With my new painting weapon in hand and a fresh mix of PPG DP40LF primer in the cup, I laid down two medium wet coats of primer on the entire axle tunnel and bottom trunk floor with about a 20-minute flash time between coats.  Then, I cleaned up what little mess there was, removed the masking very carefully and then shut off the lights and left the primer to cure overnight undisturbed.  The next day I was thrilled with how everything looked and it was quite inspiring to see the entire bottom of the car in one color and looking mighty solid. 

Next on the agenda is to make the small repairs at the front of each rear wheel opening, and a tiny repair to the right rear lower window opening flange, which will mark the completion of all of the rust repairs required on the car!  Whooooohoooo!  Any rust left to address is simple surface rust on the interior surfaces of the body bracing where no factory primer was ever applied.  This will be an interesting application for my trusted chelation rust removal techniques and should work very well.  More to come!
Passenger side rear subframe cleaned up nicely after sand blasting.

Driver side subframe was also in good shape after sand blasting.

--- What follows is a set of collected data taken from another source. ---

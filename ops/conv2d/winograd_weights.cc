#include "ops/conv2d/winograd_weights.h"

#include "core/threads.h"
#include "ops/conv2d/winograd.h"

namespace leadsman::ops {
namespace {

constexpr std::size_t kPanel = simd::kPanel;
using Lanes = std::array<double, kPanel>;  // of a panel's output channels

// 3x3 filters of one input channel and one panel, to (m+2)^2 positions.
template <std::size_t kOutput>
void transform_filters(const std::array<Lanes, 9>& filters, float* out, std::int64_t out_stride) {
  constexpr auto& kFilter = Winograd<kOutput>::kFilter;
  constexpr std::size_t kSide = Winograd<kOutput>::kTile;
  std::array<std::array<Lanes, 3>, kSide> rows;  // G g
  for (std::size_t u = 0; u < kSide; ++u) {
    for (std::size_t v = 0; v < 3; ++v) {
      for (std::size_t o = 0; o < kPanel; ++o) {
        rows[u][v][o] = kFilter[u][0] * filters[v][o] + kFilter[u][1] * filters[3 + v][o] +
                        kFilter[u][2] * filters[6 + v][o];
      }
    }
  }
  for (std::size_t u = 0; u < kSide; ++u) {
    for (std::size_t v = 0; v < kSide; ++v) {
      for (std::size_t o = 0; o < kPanel; ++o) {
        out[o] = static_cast<float>(kFilter[v][0] * rows[u][0][o] + kFilter[v][1] * rows[u][1][o] +
                                    kFilter[v][2] * rows[u][2][o]);
      }
      out += out_stride;
    }
  }
}

}  // namespace

WinogradWeights::WinogradWeights(const OpContext& context, int tile)
    : groups_(context.attributes.integer("groups")),
      depth_(context.inputs[0][1] / groups_),
      group_out_(context.output[1] / groups_),
      group_panels_(simd::panel_count(group_out_)),
      cuts_((group_panels_ + kPartPanels - 1) / kPartPanels),
      positions_((tile + 2) * (tile + 2)),
      packed_(
          simd::AlignedFloats::undefined(groups_ * group_panels_ * positions_ * panel_floats())),
      bias_(context.output[1]) {
  if (const Tensor* bias = context.weight("bias")) {
    std::copy_n(bias->data(), context.output[1], bias_.data());
  }
  const float* weight = context.weight("weight")->data();
  parallel_for(available_cpus(), groups_ * group_panels_, [&](std::int64_t panel, int) {
    std::int64_t part = panel / group_panels_ * cuts_;
    while (first_panel(part + 1) <= panel) ++part;
    const std::int64_t panels = first_panel(part + 1) - first_panel(part);
    const std::int64_t in_group = panel % group_panels_ * simd::kPanel;
    const std::int64_t first = panel / group_panels_ * group_out_ + in_group;
    const std::int64_t valid = std::min(simd::kPanel, group_out_ - in_group);
    float* to = packed_.data() + offset(part, 0) + (panel - first_panel(part)) * panel_floats();
    std::array<Lanes, 9> filters{};
    for (std::int64_t c = 0; c < depth_; ++c, to += simd::kPanel) {
      for (std::int64_t o = 0; o < valid; ++o) {
        const float* filter = weight + ((first + o) * depth_ + c) * 9;
        for (std::size_t tap = 0; tap < 9; ++tap) {
          filters[tap][static_cast<std::size_t>(o)] = static_cast<double>(filter[tap]);
        }
      }
      if (tile == 2) {
        transform_filters<2>(filters, to, panels * panel_floats());
      } else {
        transform_filters<4>(filters, to, panels * panel_floats());
      }
    }
  });
}

}  // namespace leadsman::ops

I am very happy with the decision to make the new rotisserie mounts that use the rear leaf spring shackle bushing locations as mounts.  This allowed me to blast the entire area surrounding these mounts without a problem.  Should make priming and painting far easier as well.

Here you can see the joint line that I blasted nice and clean before going forward with filling.  I am very happy with how this repair turned out, especially given the amount of rework that was required to get the trunk floor patch panel to even come close to fitting!

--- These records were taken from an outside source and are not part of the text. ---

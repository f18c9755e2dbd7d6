// Depthwise convolution: each channel has filters of its own, one or a few ("multiplier"). Vectors
// run along the channels, tiles along the output row. With a multiplier above one, each filter of
// all channels is computed in turn into a tile of scratch, from which the outputs, whose channels
// are interleaved, are put together.
#include <algorithm>
#include <limits>
#include <optional>

#include "core/threads.h"
#include "ops/conv2d/conv2d.h"
#include "ops/simd/activation.h"
#include "ops/simd/aligned.h"
#include "ops/simd/depthwise.h"
#include "ops/simd/target.h"

namespace leadsman::ops {
namespace {

constexpr float kInfinity = std::numeric_limits<float>::infinity();

class DepthwiseKernel final : public Kernel {
 public:
  DepthwiseKernel(const OpContext& context, const Epilogue& epilogue)
      : g_(context),
        multiplier_(g_.out_c / g_.c),
        taps_(g_.kernel_h * g_.kernel_w),
        activation_(epilogue.activation),
        bounds_(simd::activation_bounds(activation_)),
        weights_(multiplier_ * taps_ * g_.c),
        bias_(g_.out_c) {
    simd::choose_target();
    // Filter m of channel c is output channel c * multiplier + m.
    const float* weight = context.weight("weight")->data();
    const Tensor* bias = context.weight("bias");
    for (std::int64_t o = 0; o < g_.out_c; ++o) {
      const std::int64_t c = o / multiplier_;
      const std::int64_t m = o % multiplier_;
      for (std::int64_t tap = 0; tap < taps_; ++tap) {
        weights_.data()[(m * taps_ + tap) * g_.c + c] = weight[o * taps_ + tap];
      }
      if (bias != nullptr) bias_.data()[m * g_.c + c] = bias->data()[o];
    }
    plan_tasks();
  }

  std::size_t workspace_bytes(int threads) const override {
    return static_cast<std::size_t>(threads) * worker_bytes();
  }
  std::size_t packed_bytes() const override { return weights_.bytes() + bias_.bytes(); }

  void run(const KernelCall& call) const override {
    const simd::DepthwiseTiling tiling(g_.out_w, chunk_, g_.kernel_w, g_.stride_w, g_.dilation_w);
    const std::int64_t rows = g_.n * g_.out_h;
    const std::int64_t chunks = (g_.c + chunk_ - 1) / chunk_;
    const std::int64_t strips = (rows + task_rows_ - 1) / task_rows_;
    parallel_for(call.threads, strips * chunks, [&](std::int64_t task, int worker) {
      const std::int64_t first = task / chunks * task_rows_;
      const std::int64_t end = std::min(rows, first + task_rows_);
      for (std::int64_t row = first; row < end; ++row) {
        for (std::int64_t j = 0; j < g_.out_w; j += tiling.pixels()) {
          run_tile(call, tiling, row, j, task % chunks * chunk_, worker);
        }
      }
    });
  }

 private:
  std::size_t pointer_bytes() const {
    return simd::aligned_bytes(
        static_cast<std::size_t>(g_.kernel_h *
                                 simd::DepthwiseTiling::max_columns(g_.kernel_w, g_.stride_w)) *
        sizeof(const float*));
  }
  std::size_t worker_bytes() const {
    const std::int64_t staged = multiplier_ == 1 ? 0 : simd::DepthwiseTiling::kMaxPixels * g_.c;
    return pointer_bytes() + simd::aligned_floats_bytes(staged);
  }

  // Tasks are some rows by a chunk of channels, large enough to be worth handing out.
  void plan_tasks() {
    constexpr std::int64_t kTaskMacs = 100000;
    constexpr std::int64_t kEnoughTasks = 16;
    const std::int64_t rows = g_.n * g_.out_h;
    const std::int64_t row_macs = std::max<std::int64_t>(1, g_.out_w * taps_ * g_.out_c);
    task_rows_ = std::clamp<std::int64_t>(kTaskMacs / row_macs, 1, std::max<std::int64_t>(1, rows));
    chunk_ = g_.c;
    if (multiplier_ > 1) return;
    while (rows / task_rows_ * (g_.c / chunk_) < kEnoughTasks && chunk_ % 64 == 0 &&
           task_rows_ * row_macs / (g_.c / chunk_) > kTaskMacs) {
      chunk_ /= 2;
    }
  }

  void run_tile(const KernelCall& call, const simd::DepthwiseTiling& tiling, std::int64_t row,
                std::int64_t j, std::int64_t channel, int worker) const {
    std::byte* own = call.workspace + static_cast<std::size_t>(worker) * worker_bytes();
    auto* pointers = reinterpret_cast<const float**>(own);
    const std::int64_t pixels = std::min(tiling.pixels(), g_.out_w - j);
    const std::int64_t y0 = row % g_.out_h * g_.stride_h - g_.pad_top;
    const std::int64_t x0 = j * g_.stride_w - g_.pad_left;
    const float* image = call.inputs[0].data + row / g_.out_h * g_.h * g_.w * g_.c + channel;
    // Kernel rows within the image lie side by side.
    std::int64_t u_first = 0;
    while (u_first < g_.kernel_h && y0 + u_first * g_.dilation_h < 0) ++u_first;
    std::int64_t u_end = u_first;
    while (u_end < g_.kernel_h && y0 + u_end * g_.dilation_h < g_.h) ++u_end;
    for (std::int64_t u = u_first; u < u_end; ++u) {
      const float* line = image + (y0 + u * g_.dilation_h) * g_.w * g_.c;
      for (std::int64_t i = 0; i < tiling.columns(); ++i) {
        const std::int64_t x = x0 + tiling.x(i);
        const bool reads = x >= 0 && x < g_.w && tiling.used(i, pixels);
        pointers[(u - u_first) * tiling.columns() + i] = reads ? line + x * g_.c : nullptr;
      }
    }

    simd::DepthwiseTile tile;
    tile.inputs = pointers;
    tile.kernel_rows = u_end - u_first;
    tile.weight_stride = g_.c;
    tile.channels = std::min(chunk_, g_.c - channel);
    tile.pixels = pixels;
    const std::int64_t at = (row * g_.out_w + j) * g_.out_c;
    float* out = call.output.data + at;
    const float* residual = call.residual == nullptr ? nullptr : call.residual + at;
    if (multiplier_ == 1) {
      tile.weights = weights_.data() + u_first * g_.kernel_w * g_.c + channel;
      tile.bias = bias_.data() + channel;
      tile.out = out + channel;
      tile.out_stride = g_.c;
      tile.residual = residual == nullptr ? nullptr : residual + channel;
      tile.low = bounds_ ? bounds_->low : -kInfinity;
      tile.high = bounds_ ? bounds_->high : kInfinity;
      tile.run(tiling);
      if (bounds_) return;
      for (std::int64_t p = 0; p < pixels; ++p) {
        float* values = out + p * g_.c + channel;
        simd::activate_row(activation_, values, values, tile.channels);
      }
      return;
    }
    auto* stage = reinterpret_cast<float*>(own + pointer_bytes());
    tile.out = stage;
    tile.out_stride = g_.c;
    tile.low = -kInfinity;
    tile.high = kInfinity;
    for (std::int64_t m = 0; m < multiplier_; ++m) {
      tile.weights = weights_.data() + (m * taps_ + u_first * g_.kernel_w) * g_.c;
      tile.bias = bias_.data() + m * g_.c;
      tile.run(tiling);
      for (std::int64_t i = 0; i < pixels * g_.c; ++i) {
        const std::int64_t to = i * multiplier_ + m;
        out[to] = residual == nullptr ? stage[i] : stage[i] + residual[to];
      }
    }
    simd::activate_row(activation_, out, out, pixels * g_.out_c);
  }

  Conv2dGeometry g_;
  std::int64_t multiplier_;
  std::int64_t taps_;
  Activation activation_;
  std::optional<simd::Bounds> bounds_;
  simd::AlignedFloats weights_;  ///< [multiplier][taps][channels]
  simd::AlignedFloats bias_;     ///< [multiplier][channels]
  std::int64_t task_rows_ = 1;
  std::int64_t chunk_ = 1;
};

class Depthwise final : public Strategy {
 public:
  std::string_view name() const override { return "depthwise"; }
  std::string refusal(const OpContext& context) const override {
    const std::int64_t channels = context.inputs[0][1];
    const std::int64_t groups = context.attributes.integer("groups");
    if (groups != channels) {
      return std::to_string(groups) + " groups of " + std::to_string(channels) +
             " channels: not one channel a group";
    }
    if (channels == 1) return "a single channel is a plain convolution";
    return {};
  }
  std::unique_ptr<Kernel> prepare(const OpContext& context,
                                  const Epilogue& epilogue) const override {
    return std::make_unique<DepthwiseKernel>(context, epilogue);
  }
};

}  // namespace

const Strategy& conv2d_depthwise() {
  static const Depthwise instance;
  return instance;
}

}  // namespace leadsman::ops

After a good going-over with my 2" angle grinder and some 60-grit discs, the axle tunnel was ready for the base coat of All Metal filler.

All Metal filler is awesome stuff indeed.  It is very tough (and therefore tough to sand) but is has excellent mechanical properties and behaves much like lead body solder when finishing.  I love this as a base filler where patch panel repairs are made.

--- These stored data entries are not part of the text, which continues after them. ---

// Minimal filtering (Winograd 1980) as Lavin & Gray (2016) use it: a tile of m x m outputs of a 3x3
// convolution from (m+2)^2 products instead of 9 m^2.
//
//   Y = A^T [ (G g G^T) * (B^T d B) ] A      * element by element, summed over input channels
//
// d is an input tile of (m+2) x (m+2) pixels, g a filter. The matrices follow from the points where
// the polynomials are evaluated (Toom-Cook): 0, 1, -1 and infinity for m = 2; for m = 4 the points
// 0, +-3/4, +-3/2 and infinity in place of the usual 0, +-1, +-2: small powers of both and of their
// inverses keep rounding errors down (the effect is Barabasz et al. 2020, ACM TOMS 46(4);
// winograd_growth() below tells these 1.7 times a direct sum's from 3.6 times with the usual ones).
#pragma once

#include <array>
#include <cstddef>

namespace leadsman::ops {

template <std::size_t kRows, std::size_t kCols>
using Matrix = std::array<std::array<double, kCols>, kRows>;

/// The three matrices of F(m x m, 3 x 3); Winograd<2> and Winograd<4> exist.
template <std::size_t kOutput>
struct Winograd;

template <>
struct Winograd<2> {
  static constexpr std::size_t kTile = 4;
  static constexpr Matrix<4, 4> kInput{{{1, 0, -1, 0}, {0, 1, 1, 0}, {0, -1, 1, 0}, {0, 1, 0, -1}}};
  static constexpr Matrix<4, 3> kFilter{{{1, 0, 0}, {.5, .5, .5}, {.5, -.5, .5}, {0, 0, 1}}};
  static constexpr Matrix<2, 4> kOutputs{{{1, 1, 1, 0}, {0, 1, -1, -1}}};
};

template <>
struct Winograd<4> {
  static constexpr std::size_t kTile = 6;
  static constexpr double kNear = 0.75;  ///< the points, beside 0 and infinity, with either sign
  static constexpr double kFar = 1.5;
  static constexpr double kNear2 = kNear * kNear;
  static constexpr double kFar2 = kFar * kFar;
  static constexpr double kNorm0 = 1 / (kNear2 * kFar2);
  static constexpr double kNormNear = 1 / (2 * kNear2 * (kNear2 - kFar2));
  static constexpr double kNormFar = 1 / (2 * kFar2 * (kFar2 - kNear2));

  static constexpr Matrix<6, 6> kInput{{
      {kNear2 * kFar2, 0, -(kNear2 + kFar2), 0, 1, 0},
      {0, -kNear* kFar2, -kFar2, kNear, 1, 0},
      {0, kNear* kFar2, -kFar2, -kNear, 1, 0},
      {0, -kFar* kNear2, -kNear2, kFar, 1, 0},
      {0, kFar* kNear2, -kNear2, -kFar, 1, 0},
      {0, kNear2* kFar2, 0, -(kNear2 + kFar2), 0, 1},
  }};
  static constexpr Matrix<6, 3> kFilter{{
      {kNorm0, 0, 0},
      {kNormNear, kNear* kNormNear, kNear2* kNormNear},
      {kNormNear, -kNear* kNormNear, kNear2* kNormNear},
      {kNormFar, kFar* kNormFar, kFar2* kNormFar},
      {kNormFar, -kFar* kNormFar, kFar2* kNormFar},
      {0, 0, 1},
  }};
  static constexpr Matrix<4, 6> kOutputs{{
      {1, 1, 1, 1, 1, 0},
      {0, kNear, -kNear, kFar, -kFar, 0},
      {0, kNear2, kNear2, kFar2, kFar2, 0},
      {0, kNear* kNear2, -kNear* kNear2, kFar* kFar2, -kFar* kFar2, 1},
  }};
};

/// By how much the rounding errors of the products' sums exceed those of direct sums, as root mean
/// squares. For independent data of variance 1, sum p of C products has variance C |G_p|^2 |B_p|^2
/// (row norms, squared) and an error of sqrt(C) units in its size; A adds the sums' errors up. A
/// direct sum of 9 C products has an error of sqrt(9 C) units in sqrt(9 C). In two dimensions the
/// figure of one is squared.
template <std::size_t kOutput>
constexpr double winograd_growth() {
  using W = Winograd<kOutput>;
  const auto square_norm = [](const auto& row) {
    double sum = 0.0;
    for (const double value : row) sum += value * value;
    return sum;
  };
  double mean = 0.0;
  for (const auto& row : W::kOutputs) {
    for (std::size_t p = 0; p < W::kTile; ++p) {
      mean += row[p] * row[p] * square_norm(W::kFilter[p]) * square_norm(W::kInput[p]) / kOutput;
    }
  }
  return mean / 9;  // (sqrt(mean / 3))^2 / 3
}

}  // namespace leadsman::ops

I sanded the All Metal filler with my D/A sander with 80 grit paper to give the next layer(s) of filler good "tooth" to adhere to.

Here is a look at the first coat of Rage filler after it has been knocked down while soft with a cheese grater file.

After hand sanding with long sanding blocks, the first coat of filler is ready to be tacked off and a second coat applied.

The second coat of Rage filler is less extensive and far thinner than the first.  Here, it has been grated down and will be left to fully cure.

And there it is.  Though the different colors of filler make this area look rather lumpy, the actual surface is quite smooth.

One detail I had to add before primer is the grommet hole required for the fuel sending unit wire to pass through into the trunk.

With everything cleaned and tacked off, I masked off the trunk area I didn't want primed yet and started mixing up the DP40LF primer.

The first medium-wet coat of primer is on and after a 20 minute flash time, the second can be applied.

The second medium-wet coat of primer is on and looking great!

Here's a look down the driver side rear subframe rail.  Soooo much nicer than where we started!

A look at the passenger side rear subframe and trunk floor.  Nice!